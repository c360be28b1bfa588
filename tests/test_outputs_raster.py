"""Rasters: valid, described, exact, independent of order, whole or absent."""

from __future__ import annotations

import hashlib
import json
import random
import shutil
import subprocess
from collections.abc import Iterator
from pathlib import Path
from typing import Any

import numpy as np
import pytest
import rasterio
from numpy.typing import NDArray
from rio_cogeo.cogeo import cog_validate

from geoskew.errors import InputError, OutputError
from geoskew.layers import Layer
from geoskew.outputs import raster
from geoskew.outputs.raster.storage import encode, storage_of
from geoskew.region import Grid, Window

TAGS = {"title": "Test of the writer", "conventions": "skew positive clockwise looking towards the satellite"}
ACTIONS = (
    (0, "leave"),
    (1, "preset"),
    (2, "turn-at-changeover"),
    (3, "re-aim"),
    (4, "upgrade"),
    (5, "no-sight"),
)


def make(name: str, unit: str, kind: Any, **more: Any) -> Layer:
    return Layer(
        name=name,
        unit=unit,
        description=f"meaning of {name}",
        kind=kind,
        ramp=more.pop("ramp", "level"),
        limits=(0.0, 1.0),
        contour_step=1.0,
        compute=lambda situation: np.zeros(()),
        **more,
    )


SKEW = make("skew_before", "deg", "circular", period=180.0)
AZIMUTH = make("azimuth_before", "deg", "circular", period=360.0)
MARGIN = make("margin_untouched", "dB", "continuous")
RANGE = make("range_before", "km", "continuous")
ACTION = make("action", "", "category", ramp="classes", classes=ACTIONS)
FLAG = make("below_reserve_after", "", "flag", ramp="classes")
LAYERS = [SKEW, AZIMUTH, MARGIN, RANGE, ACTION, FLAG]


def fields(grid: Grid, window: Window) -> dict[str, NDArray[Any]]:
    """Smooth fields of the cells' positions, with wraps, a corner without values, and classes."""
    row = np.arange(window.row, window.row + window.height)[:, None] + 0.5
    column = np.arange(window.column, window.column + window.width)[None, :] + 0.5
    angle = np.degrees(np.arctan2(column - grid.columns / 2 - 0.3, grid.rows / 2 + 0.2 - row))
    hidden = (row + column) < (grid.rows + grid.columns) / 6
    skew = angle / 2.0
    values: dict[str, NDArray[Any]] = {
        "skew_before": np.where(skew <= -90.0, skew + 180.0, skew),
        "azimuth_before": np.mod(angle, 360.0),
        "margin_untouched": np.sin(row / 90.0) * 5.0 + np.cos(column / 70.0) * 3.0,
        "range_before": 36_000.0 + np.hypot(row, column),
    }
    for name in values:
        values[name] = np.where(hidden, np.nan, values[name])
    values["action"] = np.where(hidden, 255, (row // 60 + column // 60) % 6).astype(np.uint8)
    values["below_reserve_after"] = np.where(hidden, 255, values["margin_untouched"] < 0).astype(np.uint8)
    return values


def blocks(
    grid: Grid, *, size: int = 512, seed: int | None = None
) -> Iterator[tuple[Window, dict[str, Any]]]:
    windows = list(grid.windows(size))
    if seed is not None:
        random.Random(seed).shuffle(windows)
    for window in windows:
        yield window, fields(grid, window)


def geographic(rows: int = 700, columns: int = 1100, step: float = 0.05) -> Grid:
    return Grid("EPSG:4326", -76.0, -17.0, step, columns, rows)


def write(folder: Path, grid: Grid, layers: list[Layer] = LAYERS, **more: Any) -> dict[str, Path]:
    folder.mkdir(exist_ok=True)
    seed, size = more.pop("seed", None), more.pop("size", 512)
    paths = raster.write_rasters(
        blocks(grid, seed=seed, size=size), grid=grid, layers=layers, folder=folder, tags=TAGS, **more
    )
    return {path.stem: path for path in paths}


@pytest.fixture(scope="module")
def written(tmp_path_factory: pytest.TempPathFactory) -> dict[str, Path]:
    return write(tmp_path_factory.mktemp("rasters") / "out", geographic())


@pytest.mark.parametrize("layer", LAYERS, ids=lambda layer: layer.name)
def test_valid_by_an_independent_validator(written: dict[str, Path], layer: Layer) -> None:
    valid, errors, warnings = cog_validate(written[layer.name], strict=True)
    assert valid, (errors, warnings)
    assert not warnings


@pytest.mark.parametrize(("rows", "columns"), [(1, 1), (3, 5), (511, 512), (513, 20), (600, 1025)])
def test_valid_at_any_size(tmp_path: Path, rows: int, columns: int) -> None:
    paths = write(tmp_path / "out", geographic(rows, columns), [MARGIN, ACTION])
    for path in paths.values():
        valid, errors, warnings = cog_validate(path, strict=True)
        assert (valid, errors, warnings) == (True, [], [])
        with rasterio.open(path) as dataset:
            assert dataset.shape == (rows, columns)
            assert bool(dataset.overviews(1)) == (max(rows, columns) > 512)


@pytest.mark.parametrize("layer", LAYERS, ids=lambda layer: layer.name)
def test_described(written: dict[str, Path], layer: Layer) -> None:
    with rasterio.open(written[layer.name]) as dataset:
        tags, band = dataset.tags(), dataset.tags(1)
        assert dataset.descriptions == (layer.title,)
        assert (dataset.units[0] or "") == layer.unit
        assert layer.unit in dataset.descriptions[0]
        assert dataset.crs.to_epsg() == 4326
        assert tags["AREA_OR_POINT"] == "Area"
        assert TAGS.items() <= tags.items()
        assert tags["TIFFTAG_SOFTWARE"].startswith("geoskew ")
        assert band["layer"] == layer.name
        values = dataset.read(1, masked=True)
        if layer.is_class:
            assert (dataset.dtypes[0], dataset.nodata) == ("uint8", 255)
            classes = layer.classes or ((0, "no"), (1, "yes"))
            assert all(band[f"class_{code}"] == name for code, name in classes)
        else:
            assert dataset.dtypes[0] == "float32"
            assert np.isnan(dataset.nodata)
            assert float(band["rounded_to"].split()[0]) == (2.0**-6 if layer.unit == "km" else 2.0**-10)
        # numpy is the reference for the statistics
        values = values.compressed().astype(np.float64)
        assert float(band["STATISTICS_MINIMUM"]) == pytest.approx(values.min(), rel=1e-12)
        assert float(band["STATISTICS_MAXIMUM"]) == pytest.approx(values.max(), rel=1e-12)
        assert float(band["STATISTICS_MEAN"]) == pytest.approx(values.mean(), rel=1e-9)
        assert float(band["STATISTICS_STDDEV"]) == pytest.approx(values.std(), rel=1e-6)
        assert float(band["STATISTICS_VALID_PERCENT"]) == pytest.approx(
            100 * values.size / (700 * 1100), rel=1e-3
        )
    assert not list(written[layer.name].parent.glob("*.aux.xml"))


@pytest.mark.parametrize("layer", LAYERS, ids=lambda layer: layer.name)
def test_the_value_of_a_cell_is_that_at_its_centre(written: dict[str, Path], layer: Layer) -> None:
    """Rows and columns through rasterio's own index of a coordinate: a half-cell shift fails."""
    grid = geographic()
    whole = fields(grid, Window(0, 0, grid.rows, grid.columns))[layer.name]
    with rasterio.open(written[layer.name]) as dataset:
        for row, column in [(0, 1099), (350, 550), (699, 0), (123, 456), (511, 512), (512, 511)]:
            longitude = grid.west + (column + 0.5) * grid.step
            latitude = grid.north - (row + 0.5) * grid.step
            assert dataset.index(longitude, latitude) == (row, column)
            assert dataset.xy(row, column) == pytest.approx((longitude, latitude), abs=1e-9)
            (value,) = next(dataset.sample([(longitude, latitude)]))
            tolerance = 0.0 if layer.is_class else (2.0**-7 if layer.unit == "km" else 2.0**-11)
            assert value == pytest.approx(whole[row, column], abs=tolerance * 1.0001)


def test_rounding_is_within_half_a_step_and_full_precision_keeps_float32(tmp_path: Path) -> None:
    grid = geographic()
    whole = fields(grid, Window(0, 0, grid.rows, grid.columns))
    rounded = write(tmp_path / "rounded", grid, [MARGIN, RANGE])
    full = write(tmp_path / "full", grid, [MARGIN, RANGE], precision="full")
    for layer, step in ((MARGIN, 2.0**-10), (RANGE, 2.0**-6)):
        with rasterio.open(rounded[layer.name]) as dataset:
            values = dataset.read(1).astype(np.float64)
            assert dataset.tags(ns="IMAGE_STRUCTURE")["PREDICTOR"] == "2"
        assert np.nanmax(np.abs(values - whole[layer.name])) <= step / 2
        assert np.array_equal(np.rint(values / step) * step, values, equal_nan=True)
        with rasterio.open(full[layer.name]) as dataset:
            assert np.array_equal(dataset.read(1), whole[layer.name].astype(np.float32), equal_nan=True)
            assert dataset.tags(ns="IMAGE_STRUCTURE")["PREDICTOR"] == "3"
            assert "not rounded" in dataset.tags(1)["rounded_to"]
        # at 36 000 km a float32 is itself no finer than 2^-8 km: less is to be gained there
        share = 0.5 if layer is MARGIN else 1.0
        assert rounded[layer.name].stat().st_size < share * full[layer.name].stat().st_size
---
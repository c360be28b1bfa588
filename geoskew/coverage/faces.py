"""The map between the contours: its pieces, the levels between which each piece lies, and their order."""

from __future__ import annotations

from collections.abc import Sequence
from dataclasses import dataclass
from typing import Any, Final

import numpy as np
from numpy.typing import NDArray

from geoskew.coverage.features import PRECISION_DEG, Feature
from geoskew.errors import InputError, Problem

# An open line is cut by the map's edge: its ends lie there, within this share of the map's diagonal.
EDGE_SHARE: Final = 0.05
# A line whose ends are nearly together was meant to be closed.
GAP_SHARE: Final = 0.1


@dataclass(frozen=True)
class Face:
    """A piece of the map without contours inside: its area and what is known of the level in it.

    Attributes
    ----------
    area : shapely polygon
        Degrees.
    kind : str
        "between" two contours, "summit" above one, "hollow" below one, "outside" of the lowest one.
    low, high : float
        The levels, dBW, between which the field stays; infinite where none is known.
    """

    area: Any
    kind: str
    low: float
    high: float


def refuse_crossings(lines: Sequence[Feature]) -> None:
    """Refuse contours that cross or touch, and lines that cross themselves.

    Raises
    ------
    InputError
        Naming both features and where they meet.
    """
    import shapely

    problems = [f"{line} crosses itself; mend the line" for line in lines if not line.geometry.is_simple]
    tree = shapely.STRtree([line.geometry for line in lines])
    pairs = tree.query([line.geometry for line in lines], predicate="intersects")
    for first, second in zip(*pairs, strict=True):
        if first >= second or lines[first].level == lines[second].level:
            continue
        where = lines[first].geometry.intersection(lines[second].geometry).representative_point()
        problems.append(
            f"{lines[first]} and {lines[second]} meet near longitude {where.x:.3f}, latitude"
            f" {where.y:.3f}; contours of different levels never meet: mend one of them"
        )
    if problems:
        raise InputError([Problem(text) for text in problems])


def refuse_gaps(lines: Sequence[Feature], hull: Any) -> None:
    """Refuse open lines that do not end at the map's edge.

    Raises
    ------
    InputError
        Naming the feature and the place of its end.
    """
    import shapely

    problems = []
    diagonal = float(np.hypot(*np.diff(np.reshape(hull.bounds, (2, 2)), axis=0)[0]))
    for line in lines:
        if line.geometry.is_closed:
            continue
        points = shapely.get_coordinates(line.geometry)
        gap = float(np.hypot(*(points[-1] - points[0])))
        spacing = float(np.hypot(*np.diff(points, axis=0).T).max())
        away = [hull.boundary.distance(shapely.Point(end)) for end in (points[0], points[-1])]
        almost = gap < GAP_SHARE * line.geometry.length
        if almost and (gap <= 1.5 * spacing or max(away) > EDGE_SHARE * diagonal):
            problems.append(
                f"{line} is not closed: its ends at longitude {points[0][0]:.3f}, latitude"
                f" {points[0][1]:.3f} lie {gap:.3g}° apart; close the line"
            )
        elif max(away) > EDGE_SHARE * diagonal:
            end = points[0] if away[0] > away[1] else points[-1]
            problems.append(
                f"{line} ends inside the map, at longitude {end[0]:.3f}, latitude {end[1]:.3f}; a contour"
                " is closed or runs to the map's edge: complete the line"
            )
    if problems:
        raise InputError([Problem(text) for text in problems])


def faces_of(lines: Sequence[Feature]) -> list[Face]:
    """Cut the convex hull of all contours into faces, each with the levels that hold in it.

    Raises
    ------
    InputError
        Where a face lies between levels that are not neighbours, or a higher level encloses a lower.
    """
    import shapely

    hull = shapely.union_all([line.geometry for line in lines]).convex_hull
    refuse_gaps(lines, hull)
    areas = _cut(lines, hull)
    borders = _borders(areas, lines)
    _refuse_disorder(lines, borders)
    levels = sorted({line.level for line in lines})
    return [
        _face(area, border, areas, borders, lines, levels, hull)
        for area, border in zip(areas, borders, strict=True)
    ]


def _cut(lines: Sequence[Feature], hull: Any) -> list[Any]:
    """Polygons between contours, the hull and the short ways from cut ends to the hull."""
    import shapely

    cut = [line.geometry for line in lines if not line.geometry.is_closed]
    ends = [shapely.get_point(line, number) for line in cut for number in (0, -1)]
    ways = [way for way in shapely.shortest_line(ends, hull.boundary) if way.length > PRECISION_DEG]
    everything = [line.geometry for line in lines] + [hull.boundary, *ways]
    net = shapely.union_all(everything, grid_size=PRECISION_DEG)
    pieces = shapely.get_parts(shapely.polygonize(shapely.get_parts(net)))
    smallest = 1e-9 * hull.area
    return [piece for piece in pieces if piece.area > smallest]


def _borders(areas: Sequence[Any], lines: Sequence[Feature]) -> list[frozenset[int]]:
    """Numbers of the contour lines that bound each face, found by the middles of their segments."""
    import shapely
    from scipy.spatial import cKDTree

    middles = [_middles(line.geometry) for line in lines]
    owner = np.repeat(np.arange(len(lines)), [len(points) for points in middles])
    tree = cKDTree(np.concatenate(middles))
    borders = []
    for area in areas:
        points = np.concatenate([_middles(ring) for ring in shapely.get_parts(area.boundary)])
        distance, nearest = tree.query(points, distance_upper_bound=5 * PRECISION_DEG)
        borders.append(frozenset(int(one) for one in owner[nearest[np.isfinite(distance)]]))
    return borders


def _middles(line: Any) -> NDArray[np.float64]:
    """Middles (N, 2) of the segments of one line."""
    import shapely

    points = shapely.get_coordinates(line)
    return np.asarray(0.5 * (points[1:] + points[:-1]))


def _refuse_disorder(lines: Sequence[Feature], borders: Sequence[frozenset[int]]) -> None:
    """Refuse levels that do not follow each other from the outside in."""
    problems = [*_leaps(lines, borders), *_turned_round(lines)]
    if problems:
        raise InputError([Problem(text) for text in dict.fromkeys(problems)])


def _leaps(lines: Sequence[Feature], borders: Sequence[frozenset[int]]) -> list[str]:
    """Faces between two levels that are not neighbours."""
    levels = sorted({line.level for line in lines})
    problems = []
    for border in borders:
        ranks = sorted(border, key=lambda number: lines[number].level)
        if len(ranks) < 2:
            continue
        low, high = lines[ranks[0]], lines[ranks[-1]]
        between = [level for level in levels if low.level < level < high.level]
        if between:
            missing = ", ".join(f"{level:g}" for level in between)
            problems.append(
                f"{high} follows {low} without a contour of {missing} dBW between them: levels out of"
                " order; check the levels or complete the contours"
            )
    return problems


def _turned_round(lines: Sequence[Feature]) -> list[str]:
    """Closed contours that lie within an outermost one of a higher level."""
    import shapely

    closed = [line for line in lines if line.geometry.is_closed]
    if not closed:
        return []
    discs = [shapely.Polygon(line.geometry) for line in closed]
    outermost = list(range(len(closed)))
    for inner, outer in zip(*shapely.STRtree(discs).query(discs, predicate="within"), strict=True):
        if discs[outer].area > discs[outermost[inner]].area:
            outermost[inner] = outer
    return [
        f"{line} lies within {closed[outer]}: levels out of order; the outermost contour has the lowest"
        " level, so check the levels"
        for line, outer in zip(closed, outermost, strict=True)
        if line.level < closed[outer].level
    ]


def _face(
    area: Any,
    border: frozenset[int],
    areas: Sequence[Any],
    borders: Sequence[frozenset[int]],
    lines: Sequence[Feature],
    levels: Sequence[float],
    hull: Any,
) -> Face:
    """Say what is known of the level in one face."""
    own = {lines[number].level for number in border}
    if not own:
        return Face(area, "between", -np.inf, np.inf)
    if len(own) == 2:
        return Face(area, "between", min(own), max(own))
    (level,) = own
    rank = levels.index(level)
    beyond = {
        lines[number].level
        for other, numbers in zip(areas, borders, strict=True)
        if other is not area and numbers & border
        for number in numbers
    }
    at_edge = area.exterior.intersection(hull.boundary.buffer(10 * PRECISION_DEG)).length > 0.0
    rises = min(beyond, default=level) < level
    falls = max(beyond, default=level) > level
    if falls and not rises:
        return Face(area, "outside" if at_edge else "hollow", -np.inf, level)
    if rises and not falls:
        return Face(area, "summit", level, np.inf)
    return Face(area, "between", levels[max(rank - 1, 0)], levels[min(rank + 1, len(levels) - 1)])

What needs to be done | Go line by line through the data, copying each one that contains the word "owner".

Written solution |
    owner = np.repeat(np.arange(len(lines)), [len(points) for points in middles])
        borders.append(frozenset(int(one) for one in owner[nearest[np.isfinite(distance)]]))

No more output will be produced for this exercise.